A. Field of the Invention
This invention relates generally to systems for telephonic communications with audio message storage and retrieval and, more particularly, to telephonic communications involving repertory or abbreviated call signal generation and abbreviated dialing. The invention further relates to systems based on artificial intelligence techniques, particularly those using knowledge processing, and especially to adaptive or trainable systems that create sets of rules and use parallel distributed processing components.
B. Description of the Related Art
Both rotary and touch-tone dialing rely on telephone numbers to initiate desired telephone connections. Telephone companies use the numbers to route calls, but people now depend on the numbers for all telephone communications. This is somewhat unnatural because people generally select those with whom they would like to talk by name or other convention. Indeed, telephone directories are arranged by name, not number.
Some companies started to develop voice-dialing systems to replace touch-tone dialing. In such systems, telephone users speak the name of an individual or destination into the microphone of a telephone handset to initiate a telephone call. Voice-dialing thus allows connection to be made directly, avoiding the step of looking up names to locate corresponding telephone numbers.

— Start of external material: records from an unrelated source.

//! Published factors, ready-made, for checks and as starting points.

use super::coef::Coef;
use super::gamma_product::{GammaProduct, GammaTerm, Scale};
use crate::error::{Error, Result};
use rug::float::Constant;
use rug::Float;

/// The sine-Gordon soliton–soliton scalar factor `−S₀(θ)` of
/// Zamolodchikov & Zamolodchikov, Ann. Phys. 120 (1979) 253, as a gamma
/// product in `z = θ/(iπ)` with `p = π/ξ` (docs/math.md §6):
///
/// `−S₀ = Π_k Γ(1+2pk−pz) Γ(2p+2pk−pz) Γ(1+p+2pk+pz) Γ(p+2pk+pz)
///        / [Γ(1+2pk+pz) Γ(2p+2pk+pz) Γ(1+p+2pk−pz) Γ(p+2pk−pz)]`.
///
/// Its integral form converges for `|Im θ| < min(ξ, π)`.
///
/// ```
/// use dressing::factor::{known::sine_gordon_soliton, Method};
/// use dressing::Prec;
/// let f = sine_gordon_soliton(2.0 * std::f64::consts::PI / 7.0).unwrap();
/// // S₀(0) = −1: log(−S₀(0)) = 0.
/// let v = f.log_value(&num_complex::Complex64::new(0.0, 0.0), Prec::DOUBLE, Method::Product).unwrap();
/// assert!(v.log.value.norm() < 1e-14);
/// ```
pub fn sine_gordon_soliton(xi: f64) -> Result<GammaProduct> {
    if !(xi.is_finite() && xi > 0.0) {
        return Err(Error::Domain {
            function: "sine_gordon_soliton",
            message: format!("the coupling ξ = {xi} must be positive and finite"),
        });
    }
    let p = move |prec: u32| Float::with_val(prec, Constant::Pi) / Float::with_val(prec, xi);
    let coef =
        move |label: &str, f: fn(Float) -> Float| Coef::computed(label, move |prec| f(p(prec)));
    let t = |b: Coef, s: Coef, n: i64| GammaTerm::new(coef("2p", |p| p * 2u32), b, s, n);
    let one = || Coef::integer(1);
    let pp = || coef("p", |p| p);
    let mp = || coef("-p", |p| -p);
    let two_p = || coef("2p", |p| p * 2u32);
    let one_p = || coef("1+p", |p| p + 1u32);
    GammaProduct::new(
        vec![
            t(one(), mp(), 1),
            t(two_p(), mp(), 1),
            t(one_p(), pp(), 1),
            t(pp(), pp(), 1),
            t(one(), pp(), -1),
            t(two_p(), pp(), -1),
            t(one_p(), mp(), -1),
            t(pp(), mp(), -1),
        ],
        Scale::OverIPi,
        None,
    )
}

Examples of experimental voice-dialing systems appear in L. R. Rabiner, J. G. Wilpon, and A. E. Rosenburg "A voice-controlled, repertory-dialer system," Bell System Technical Journal, Vol. 59, No. 7 (September, 1980), and U.S. Pat. No. 4,348,550 to Pirz et al. However, such systems are only now beginning to come into commercial use. The longstanding problem has been the limited performance in terms of both accuracy and computational speed and the relatively high cost of the automatic speech recognition systems required to recognize input speech patterns corresponding to names.
Recent advances in speech recognition have improved performance dramatically, particularly for systems that are not trained to a particular speaker that have, until recently, performed much worse than systems trained to particular speakers. In addition, the increasing computational and memory capacity and decreasing cost of computing hardware improve the commercial viability for simpler applications of speech recognition such as voice-dialing.

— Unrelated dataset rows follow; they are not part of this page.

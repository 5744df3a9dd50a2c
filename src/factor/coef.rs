//! Real coefficients of factor pieces: exact rationals where possible,
//! otherwise values computed at whatever precision is asked for.

use rug::{Float, Rational};
use std::fmt;
use std::sync::Arc;

/// A real coefficient (a step, offset or slope of a gamma product).
///
/// Exact rationals keep the convergence analysis exact; a computed
/// coefficient (e.g. `π/ξ`) is re-evaluated at each working precision, so
/// a 1000-digit evaluation sees 1000-digit parameters.
///
/// ```
/// use dressing::factor::Coef;
/// let a = Coef::rational(7, 2);
/// assert_eq!(a.value(64).to_f64(), 3.5);
/// let p = Coef::computed("pi/xi", |prec| {
///     let pi = rug::Float::with_val(prec, rug::float::Constant::Pi);
///     pi.clone() / (pi * 2u32 / 7u32)
/// });
/// assert!((p.value(200).to_f64() - 3.5).abs() < 1e-15);
/// assert!(p.exact().is_none());
/// ```
#[derive(Clone)]
pub struct Coef {
    exact: Option<Rational>,
    label: String,
    eval: Arc<dyn Fn(u32) -> Float + Send + Sync>,
}

impl Coef {
    /// The rational `num/den` (`den ≠ 0`; a zero denominator gives 0).
    pub fn rational(num: i64, den: i64) -> Coef {
        let q = if den == 0 {
            Rational::new()
        } else {
            Rational::from((num, den))
        };
        Coef::from_rational(q)
    }

    /// An integer.
    pub fn integer(n: i64) -> Coef {
        Coef::from_rational(Rational::from(n))
    }

    /// An exact rational.
    pub fn from_rational(q: Rational) -> Coef {
        let label = q.to_string();
        let qq = q.clone();
        Coef {
            exact: Some(q),
            label,
            eval: Arc::new(move |prec| Float::with_val(prec, &qq)),
        }
    }

    /// A value computed at the requested precision by `f(prec_bits)`;
    /// `label` is how it is shown in reports.
    pub fn computed(label: &str, f: impl Fn(u32) -> Float + Send + Sync + 'static) -> Coef {
        Coef {
            exact: None,
            label: label.to_string(),
            eval: Arc::new(f),
        }
    }

    /// The value at `prec` bits.
    pub fn value(&self, prec: u32) -> Float {
        (self.eval)(prec)
    }

    /// The exact value, when the coefficient is rational.
    pub fn exact(&self) -> Option<&Rational> {
        self.exact.as_ref()
    }

    /// How the coefficient is written.
    pub fn label(&self) -> &str {
        &self.label
    }
}

impl fmt::Debug for Coef {
    fn fmt(&self, f: &mut fmt::Formatter<'_>) -> fmt::Result {
        write!(f, "Coef({})", self.label)
    }
}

Limitations on the performance of voice-dialing systems, however, still significantly reduce their commercial applicability. Such systems frequently make errors, with the rate of errors increasing with increased vocabulary size and factors such as environmental noise, unusual accents, and the use of foreign or unusual names that are difficult to pronounce consistently. The limited accuracy of recognition performance resulting from these factors restricts the possible range of applications for conventional voice-dialing systems by limiting the vocabulary, environment, user population, and hardware platforms on which the systems can run.
It is therefore desirable to seek techniques that will improve the accuracy and speed of speech recognition performance in voice-dialing systems. A number of alternative techniques have been used in the past. One approach is to ask the user for verification before dialing ("Did you say Anatoly Korsakov?"), and presenting a different name if the user says "No." See, for example, U.S. Pat. No. 5,222,121 to Shirmda. Another approach, disclosed by lida et al. (U.S. Pat. No. 4,864,622), modifies or replaces the voice template used for speech recognition when the template is not performing adequately.